From: Andreas Jellinghaus
Date: Sun Nov 02 2003 - 12:32:56 EST

On Wed, 2003-10-29 at 18:20, Daniel Stekloff wrote:
> The tdb database is for storing current device information, udev needs to
> reference names to devices. The database also enables an api for applications
> to query what devices are on the system, their names, and their nodes.
> Using tdb has its advantages too; it's small, it's flexible, it's fast, it can
> be in memory or on disk, and it has locking for multiple accesses.
> IMVHO - tdb isn't bloat.

Hi Dan,

thanks for your email.
I took a look at tdb. Upon adding devices, the DEVPATH is resolved via
config files etc. to a final /dev filename. That combination is stored
in tdb, and when the device is remove, the same resolution process is
not done, but the tdb is looked up to find the filename, and remove
the device. Is that right?

So the advantage would be resistance against config file changes - if
the nameing scheme is changed while a devices is added, the remove would
get the new name, and that way try to remove the wrong device.

Also this mechanism could be used to implement counting device names
like "disc/0", where the final name depends on the devices currently
available, so there is no static translation from devpath to the

I'd prefer the kernel giving up the old device names, and migrating
to counter names i.e. disc/0, cdrom/0, printer/0, etc. Those who
still want the old names could use /sys/ to determine the details
on the device, and that way create devices per the old naming schema.
That way tdb wouldn't be necessary for counting device names, at least
if sysfs still has the full information on the device while the hotplug
event runs. I guess that is not the case or not guaranteed?

Also I have to admit, if symlinks like "hpdeskjet" to some usb device
are configured in the config, the device is attached, and the config
is changed, then a remove event will not find the old symlink and
cannot remove it, without tdb.

But maybe like a coldplug / fulling an empty /dev, there should be
rerun command? I.e. like coldplug determine what device and symlinks
shold be in /dev, and the remove unnecessary, add missing, and modify
outdated entries (devices,files)? If that existed, configuration changes
wouldn't be a reason for udev to use tdb?

So why is tdb currently required?
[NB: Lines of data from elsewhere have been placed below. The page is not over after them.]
/**
 * Radius (arcsec, circularised) beyond which a slit of this length cannot reach the S/N goal: the Sérsic surface
 * brightness falls with radius and the S/N (CCD equation) rises with the source flux, so every point of a slit
 * beyond it is fainter than a slit that just fails. Found by bisection on the upper side, cached per spectrograph
 * setup, galaxy, goal and slit size (none of which depends on where the mask points); Infinity when no radius fails.
 */
interface LimitEntry { galaxy: GalaxyModel; bn: number; widthArcsec: number; targetSnPerA: number; exposureS: number; skyMagPerArcsec2: number; skyEstimateArcsec: number | null; limitArcsec: number }
const limitCache = new WeakMap<SpectroSetup, Map<number, LimitEntry>>();
/** Step (arcsec) to which a slot's length is rounded up for its S/N limit radius (evaluateSlot). */
const LIMIT_LENGTH_STEP_ARCSEC = 0.25;
function snLimitRadiusArcsec(g: GalaxyOnMask, lengthArcsec: number, widthArcsec: number, s: StarlightSettings): number {
  const gal = g.galaxy;
  let byLength = limitCache.get(s.setup);
  if (!byLength) limitCache.set(s.setup, (byLength = new Map()));
  const e = byLength.get(lengthArcsec);
  if (e && e.galaxy === gal && e.bn === g.bn && e.widthArcsec === widthArcsec && e.targetSnPerA === s.targetSnPerA && e.exposureS === s.exposureS && e.skyMagPerArcsec2 === s.skyMagPerArcsec2 && e.skyEstimateArcsec === s.skyEstimateArcsec) return e.limitArcsec;
  const ok = (rArcsec: number) => starlightSignalToNoise(sersicMuMagPerArcsec2(rArcsec, gal.reArcsec, gal.sersicN, gal.muE, g.bn), lengthArcsec, widthArcsec, s) >= s.targetSnPerA;
  let lo = 0, hi = 1e3 * gal.reArcsec;
  let limit: number;
  if (ok(hi)) limit = Infinity;
  else if (!ok(lo)) limit = 0;
  else {
    for (let i = 0; i < 80 && hi - lo > 1e-9 * hi; i++) { const mid = 0.5 * (lo + hi); if (ok(mid)) lo = mid; else hi = mid; }
    limit = hi;
  }
  if (byLength.size > 1024) byLength.clear();
  byLength.set(lengthArcsec, { galaxy: gal, bn: g.bn, widthArcsec, targetSnPerA: s.targetSnPerA, exposureS: s.exposureS, skyMagPerArcsec2: s.skyMagPerArcsec2, skyEstimateArcsec: s.skyEstimateArcsec, limitArcsec: limit });
  return limit;
}

/**
 * An upper bound of the R/Re of every starlight option evaluateSlot gives on any slot at most
 * max(slitLength, maxSlitLength) long (the slots and joined windows of chooseSlots): its S/N limit radius test, at the
 * longest length (the limit never falls as a slit lengthens), plus half that length's reach, and at most maxRe.
 */
export function starlightRadiusCeilingRe(g: GalaxyOnMask, widthArcsec: number, s: StarlightSettings): number {
  const longest = Math.max(s.slitLengthArcsec, s.maxSlitLengthArcsec) + 1e-9;
  const limit = snLimitRadiusArcsec(g, Math.ceil(longest / LIMIT_LENGTH_STEP_ARCSEC) * LIMIT_LENGTH_STEP_ARCSEC, widthArcsec, s);
  const q = g.galaxy.axisRatio, slope = Math.max(Math.sqrt(q), 1 / Math.sqrt(q));
  // evaluateSlot's own test with a further 0.1 % against the bisection's tolerance.
  return Math.min(s.maxRe, ((limit * 1.001 + 1e-6) * 1.001 + 0.5 * longest * slope) / g.galaxy.reArcsec);
}

/** A position on a slot's line: mask x, circularised radius (Re and arcsec) and galaxy-frame offset (u, v) arcsec. */
interface Spot { x: number; rRe: number; rArcsec: number; u: number; v: number }

/**
 * Evaluate one slot: the outermost position that still reaches the S/N goal within starlightReachRe (starlight),
 * and the outermost position where the galaxy is skyContrastMag fainter than the sky (sky). Positions lie on an
 * x grid of `stepArcsec`; the footprint test (the costly one) is made only for a position that would be chosen.
 */
export function evaluateSlot(g: GalaxyOnMask, rules: EligibilityRules, slot: Span, s: StarlightSettings, samples = 3, stepArcsec = 6): { starlight: SlotChoice | null; options: SlotChoice[]; sky: SlotChoice | null } {
  const xs = slotPositions(rules, stepArcsec);
  const len = slot.hi - slot.lo, yc = 0.5 * (slot.lo + slot.hi), hw = rules.widthArcsec / 2, half = 0.5 * len;
  const re = g.galaxy.reArcsec, n = g.galaxy.sersicN;
  // R >= sqrt(q) x (distance to the galaxy centre) >= sqrt(q) |yc - gy|: slots whose line stays beyond the reach hold no starlight.
  const lineCanReach = s.reachRe > 0 && Math.sqrt(g.galaxy.axisRatio) * Math.abs(yc - g.gyArcsec) <= s.maxRe * re;
  const wantSky = s.skyPerMask > 0;
  // Nothing to choose on a line beyond the reach when no sky slit is wanted (most slots of the search's estimate).
  if (!lineCanReach && !wantSky) return { starlight: null, options: [], sky: null };
  // The centre surface brightness is needed for one-sample starlight and for the sky slot chosen; sky positions
  // are told by radius (skyRadiusTest), the surface brightness computed only where the radius cannot tell.
  const muAt = (rArcsec: number) => sersicMuMagPerArcsec2(rArcsec, re, n, g.galaxy.muE, g.bn);
  const skyMuMin = wantSky ? skySlitMuThreshold(g.galaxy, g.bn, s) : Infinity;
  const skyAt = wantSky ? skyRadiusTest(g, skyMuMin, muAt) : null;
  // Positions with their galaxy-frame offset: the azimuth (an arctangent) is computed only for a position chosen.
  const reachable: Spot[] = [], skyOk: Spot[] = [];
  for (const x of xs) {
    const { u, v } = maskOffsetToGalaxy(g, x, yc);
    const rArcsec = circularisedRadiusArcsec(u, v, g.galaxy.axisRatio);
    const rRe = rArcsec / re;
    if (lineCanReach && rRe <= s.maxRe) reachable.push({ x, rRe, rArcsec, u, v });
    if (skyAt && skyAt(rArcsec)) skyOk.push({ x, rRe, rArcsec, u, v });
  }
  // Outermost first; per radial bin the first position that reaches the S/N goal and fits the footprint. The mean
  // surface brightness, the S/N and the footprint test (the costly parts) are computed only until a bin is settled,
  // which gives the same choices as testing every position first.
  const fits = (p: Spot) => centredRectFits(rules, p.x, yc, hw, half);
  const byR = (a: Spot, b: Spot) => b.rRe - a.rRe || a.x - b.x;
  const choice = (p: Spot, snPerA: number, muMagPerArcsec2: number): SlotChoice => ({ y0: slot.lo, y1: slot.hi, xArcsec: p.x, rRe: p.rRe, azimuthDeg: galaxyAzimuthDeg(p.u, p.v), snPerA, muMagPerArcsec2 });
  const options: SlotChoice[] = [];
  const binsDone = new Set<number>();
  // No point of the slit lies closer to the centre than R - half x (largest gradient of R in the mask frame, 1/sqrt(q)
  // for q <= 1): beyond the S/N limit radius (with a 0.1 % margin against rounding) the slot cannot reach the goal.
  const q = g.galaxy.axisRatio, slope = Math.max(Math.sqrt(q), 1 / Math.sqrt(q));
  // The limit of the slot's length rounded up to a 0.25" step: the S/N at a given surface brightness never falls as
  // the slit lengthens (signal and every noise term grow with it, the sky estimate's n_B fixed), so that limit lies at
  // or beyond this slot's own and prunes only positions this slot's own limit prunes; one bisection serves all the
  // slots of a step.
  const limitArcsec = reachable.length ? snLimitRadiusArcsec(g, Math.ceil(len / LIMIT_LENGTH_STEP_ARCSEC) * LIMIT_LENGTH_STEP_ARCSEC, rules.widthArcsec, s) * 1.001 + 1e-6 : Infinity;
  for (const p of reachable.sort(byR)) {
    const bin = Math.floor(p.rRe);
    if (binsDone.has(bin)) continue;
    if (p.rRe * re - half * slope > limitArcsec) continue;
    const mu = samples === 1 ? muAt(p.rArcsec) : slitMeanMu(g, p.x, slot.lo, slot.hi, samples);
    const sn = starlightSignalToNoise(mu, len, rules.widthArcsec, s);
    if (!(sn >= s.targetSnPerA)) continue;
    if (!fits(p)) continue;
    binsDone.add(bin);
    options.push(choice(p, sn, mu));
  }
  const skySpot = skyOk.sort(byR).find(fits);
  const sky = skySpot ? choice(skySpot, 0, muAt(skySpot.rArcsec)) : undefined;
  return { starlight: options[0] ?? null, options, sky: sky ?? null };
}

/**
 * Whether a position at circularised radius r (arcsec) is faint enough for a sky slit (Sérsic mu(r) >= skyMuMin),
 * the same answer as comparing mu(r) itself: mu grows with r, so a radius clearly (1e-7 relative, far beyond the
 * last-bit differences of the power function) inside or outside the radius where mu reaches skyMuMin settles it
 * without mu; only near that radius, or without one, is mu computed and compared.
 */
function skyRadiusTest(g: GalaxyOnMask, skyMuMin: number, muAt: (rArcsec: number) => number): (rArcsec: number) => boolean {
  const gal = g.galaxy;
  const rMu = sersicRadiusAtMuArcsec(skyMuMin, gal.reArcsec, gal.sersicN, gal.muE, g.bn);
  if (!(rMu > 0 && Number.isFinite(rMu))) return (r) => muAt(r) >= skyMuMin;
  const inner = rMu * (1 - 1e-7), outer = rMu * (1 + 1e-7);
  return (r) => (r <= inner ? false : r >= outer ? true : muAt(r) >= skyMuMin);
}

/** Coverage cell of a starlight slit: radial bin of 1 Re and 45-degree sector from the major axis. */
export const starlightCell = (rRe: number, azimuthDeg: number) => `${Math.floor(rRe)}:${sectorOf(azimuthDeg)}`;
I only see the possibility to use
naming schemes like disc/0 as a reason, but that isn't implemented
in udev so far...

other than a theological discussion about needed or not, I guess nobody
will complain about it - even people with /dev on tmpfs and a readonly
/ will have a writable or tmpfs /var so they can live with it anyway.
but I'm still not sure, if it isn't unnecessary.